Extracted records section start

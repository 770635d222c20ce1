/**
 * Inspection records: fit-up, visual and NDE results signed by an inspector. Readings are kept
 * as typed and in mm or degrees, and judged again here by the acceptance engine: the stored
 * verdict is the server's, never the client's. Append-only: a correction is a new row that
 * names the row it supersedes, and both stay in the history.
 */
import { and, desc, eq } from 'drizzle-orm';
import { db, schema } from './db';
import * as audit from './audit';
import * as criteriaSets from './criteria-sets';
import * as events from './events';
import * as inspectionRequests from './inspection-requests';
import * as ndeLots from './nde';
import { JointError, refreshState, row, stateInput } from './joints';
import {
	evaluate,
	getCriteriaSet,
	isReadingId,
	readingDefinitions,
	type CriteriaSet,
	type JointInput,
	type ReadingsInput,
	type Stage
} from '$lib/acceptance';
import {
	deriveJointState,
	displayWeldNumber,
	effectiveInspections,
	STATE_LOOKS,
	type DerivedState,
	type StateInput
} from '$lib/joint-state';
import { parseAngle, parseLength, type UnitSystem } from '$lib/units';
import type { RecordInspection } from '$lib/schemas/inspection';
import type { Inspection, Joint, StoredReading } from './db/schema';

/** Readings by id: as typed, a number in mm or degrees, or yes/no; blank means not given. */
export type ReadingTexts = ReadingsInput;

const YES = ['yes', 'y', 'true'];
const NO = ['no', 'n', 'false'];

const isBlank = (value: unknown): value is null | undefined | '' =>
	value == null || (typeof value === 'string' && value.trim() === '');

/** Each reading with the text as typed and its value, as an inspection row keeps it. */
export function storedReadings(texts: ReadingTexts, units: UnitSystem): StoredReading[] {
	const stored: StoredReading[] = [];
	for (const [id, raw] of Object.entries(texts)) {
		if (!isReadingId(id) || isBlank(raw)) continue;
		const definition = readingDefinitions[id];
		if (definition.kind === 'boolean') {
			const answer = typeof raw === 'string' ? raw.trim().toLowerCase() : raw;
			const flag = YES.includes(String(answer)) ? true : NO.includes(String(answer)) ? false : null;
			stored.push({
				id,
				text: typeof raw === 'boolean' ? (raw ? 'yes' : 'no') : String(raw),
				value: flag,
				unit: flag === null ? null : 'bool'
			});
			continue;
		}
		if (typeof raw === 'boolean') {
			stored.push({ id, text: raw ? 'yes' : 'no', value: null, unit: null });
			continue;
		}
		const angle = definition.kind === 'angle';
		const parsed = angle
			? parseAngle(raw, { reading: definition.id })
			: parseLength(raw, { units, reading: definition.id });
		// A JSON number is already mm or degrees; the unit goes into the text so that it reads
		// the same in an inch project, where a bare "1.6" would mean inches.
		const text = typeof raw === 'number' ? `${raw}${angle ? '°' : ' mm'}` : raw;
		stored.push(
			parsed.ok
				? { id, text, value: parsed.value, unit: angle ? 'deg' : 'mm' }
				: { id, text, value: null, unit: null }
		);
	}
	return stored;
}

Extracted records section end

Task goal
A single number is the whole answer: how many lines in the entries hold the word "readingDefinitions".

Exercise result
2